It’s the first time in my life I’m eligible to vote in a national election. I thought it would be faster than it was; the line took 1:10, of which the first 10 minutes were taken standing in the wrong line – there were two precincts at the same physical location. It felt weird, feeling out of place and yet knowing, approximately for the first time in my life (unless one counts the European Parliament election), that I had a right to be there no matter what.
I voted Green, up and down the ballot, which is a vote for prioritizing public transportation over cars and climate protection over coal jobs and cheap Russian natural gas, but is not a YIMBY vote. And there’s the rub: a YIMBY political party does not exist here, and neither does even a YIMBY movement.
YIMBY is not exactly a movement about more development. It’s specifically about development in the most in-demand urban areas, through infill. It’s about aggressive transit-oriented development; when YIMBYs cite a success case, it’s the TOD of Tokyo and Seoul, and to a lesser extent what’s happening in Stockholm (where the term YIMBY originates) and the Paris suburbs, and not the equally fast but exclusively suburban and auto-oriented development in the Austin area.
And this does not exist here. SPD supports building housing in Tempelhofer Feld; the Greens are against it, treating it as common parkland, where in reality the treeless field makes a poor park and is adjacent to actual wooded parks in Kreuzberg and Neukölln. So in that sense SPD is the YIMBYer party – but SPD also built a freeway cutting through Neukölln last decade, going into coalition with CDU rather than with the Greens in order to build it.
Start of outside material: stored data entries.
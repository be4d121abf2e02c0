//! Reading a `[[blanket]]` table: a levee reach for blanket theory, with its riverside and
//! landside cases and the lengths each case needs.
//!
//! Owns the blanket keys and case spellings. References are recorded for `refs`, as for every
//! object.

use super::values::{name, Reader, Rule};
use super::Want;
use crate::config::model::{BlanketReach, LandsideCase, LandwardDistance, RiversideCase};
use crate::config::problem::Cx;
use crate::config::reader::finite;

const BLANKET_KEYS: [&str; 16] = [
    "id",
    "river_gauge",
    "landside_level",
    "landside_gauge",
    "toe_piezometer",
    "base_width",
    "foundation_thickness",
    "k_foundation_m_s",
    "k_blanket_m_s",
    "blanket_thickness",
    "riverside",
    "l1",
    "landside",
    "l3",
    "distances",
    "tolerance_s",
];

#[derive(Clone, Copy, PartialEq)]
enum River {
    Open,
    NoBlanket,
    Impervious,
}

#[derive(Clone, Copy, PartialEq)]
enum Land {
    Endless,
    SeepageBlock,
    OpenExit,
    Impervious,
}

const RIVERSIDE: [(&str, River); 3] = [
    ("open_entrance", River::Open),
    ("no_blanket", River::NoBlanket),
    ("impervious", River::Impervious),
];

const LANDSIDE: [(&str, Land); 4] = [
    ("endless", Land::Endless),
    ("seepage_block", Land::SeepageBlock),
    ("open_exit", Land::OpenExit),
    ("impervious", Land::Impervious),
];

pub(super) fn blanket(
    cx: &mut Cx<'_>,
    r: &mut Reader<'_>,
    id: String,
    site: String,
) -> Option<BlanketReach> {
    r.t.check_keys(cx, &BLANKET_KEYS);
    let river_gauge = r.reference(cx, "river_gauge", true, Want::StageGauge);
    let landside_level = r.level(cx, "landside_gauge", "landside_level", true);
    let toe_piezometer = r.reference(cx, "toe_piezometer", false, Want::Piezometer);
    let base_width = r.length(cx, "base_width", true, Rule::Positive);
    let d = r.length(cx, "foundation_thickness", true, Rule::Positive);
    let k_f = r.number(cx, "k_foundation_m_s", true, Rule::Positive);
    let k_b = r.number(cx, "k_blanket_m_s", true, Rule::NonNegative);
    let z_bl = r.length(cx, "blanket_thickness", true, Rule::Positive);
    let river = r.t.choice(cx, "riverside", true, &RIVERSIDE);
    let land = r.t.choice(cx, "landside", true, &LANDSIDE);
    let riverside = river.and_then(|c| {
        let l1 = r.case_length(
            cx,
            "l1",
            "riverside",
            name(&RIVERSIDE, &c),
            c != River::NoBlanket,
        );
        match c {
            River::Open => l1.map(|l1_m| RiversideCase::OpenEntranceAt { l1_m }),
            River::NoBlanket => Some(RiversideCase::NoBlanket),
            River::Impervious => l1.map(|l1_m| RiversideCase::Impervious { l1_m }),
        }
    });
    let landside = land.and_then(|c| {
        let l3 = r.case_length(
            cx,
            "l3",
            "landside",
            name(&LANDSIDE, &c),
            c != Land::Endless,
        );
        match c {
            Land::Endless => Some(LandsideCase::Endless),
            Land::SeepageBlock => l3.map(|l3_m| LandsideCase::SeepageBlockAt { l3_m }),
            Land::OpenExit => l3.map(|l3_m| LandsideCase::OpenExitAt { l3_m }),
            Land::Impervious => l3.map(|l3_m| LandsideCase::Impervious { l3_m }),
        }
    });
    let both_impervious = river == Some(River::Impervious) && land == Some(Land::Impervious);
    if k_b == Some(0.0) && !both_impervious {
        r.t.problem_at(
            cx,
            "k_blanket_m_s",
            "key \"k_blanket_m_s\" is 0, expected a number > 0 unless riverside and landside are both \"impervious\" (the other cases need a leaky blanket)",
        );
    }
    let distances = r.t.array(
        cx,
        "distances",
        false,
        (
            "an array of distances",
            "a distance >= 0 landward of the toe",
        ),
        |v| finite(v).filter(|d| *d >= 0.0),
    );
    Some(BlanketReach {
        id,
        site,
        river_gauge: river_gauge?,
        landside_level: landside_level?,
        toe_piezometer,
        base_width_m: base_width?,
        foundation_thickness_m: d?,
        k_foundation_m_s: k_f?,
        k_blanket_m_s: k_b?,
        blanket_thickness_m: z_bl?,
        riverside: riverside?,
        landside: landside?,
        distances: distances
            .unwrap_or_default()
            .into_iter()
            .map(|(d, _)| LandwardDistance {
                m: d * r.m,
                label: format!("{d}{}", if r.m == 1.0 { "m" } else { "ft" }),
            })
            .collect(),
        tolerance_s: 0,
    })
}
The Greens, in contrast, oppose freeways and support bike lanes and road diets – but they oppose new housing, want to downscope a proposed high-rise building in Alexanderplatz, and prefer bike lanes and city center tram expansion to extending the U- and S-Bahn.
And there’s the rub. The central tenet of YIMBYism is that cities are predominantly loci of production, and people choose where to move based on work more than anything else; building more housing is the central policy proposal, in recognition that economic production is done predominantly in city centers. And this does not exist, because every political faction that wants to build more housing pairs this with more roads and more peripheral locations for new development. The idea that post-car cities represent growth rather than stagnation does not exist in German politics, at least not yet. People still think of cars as the industrial future, rather than as what people thought the future would be 70 years ago, about as relevant to the world of tomorrow as what people thought of agriculture in the 19th century was in the middle of the 20th. The Greens just want to slow that industrial future down instead of building the information future – and nobody in German politics wants to build that future, the right preferring more cars and more gas.
I suspect there’s room for such YIMBY politics in Germany, cobbled together from the most left-wing fringes of FDP, the younger and less NIMBY Greens, and sundry SPD members. Already, most Green voters in Berlin support Tempelhof redevelopment, albeit at much narrower margins than SPD, FDP, and CDU voters. At the climate march two years ago, I saw a single anti-nuclear sign carried by two older people; new nuclear is out of the question here due to costs, but it matters that younger Greens aren’t animated by Green boomers’ anti-nuclear activism. There was a bigger sign carried by a few people opposing urban development, but it was one sign, not the thousands of generic signs about climate change and many hundreds opposing coal power, oil, and cars. Up the Elbe, younger G/EFA parties like the Czech Pirates are pro-digital.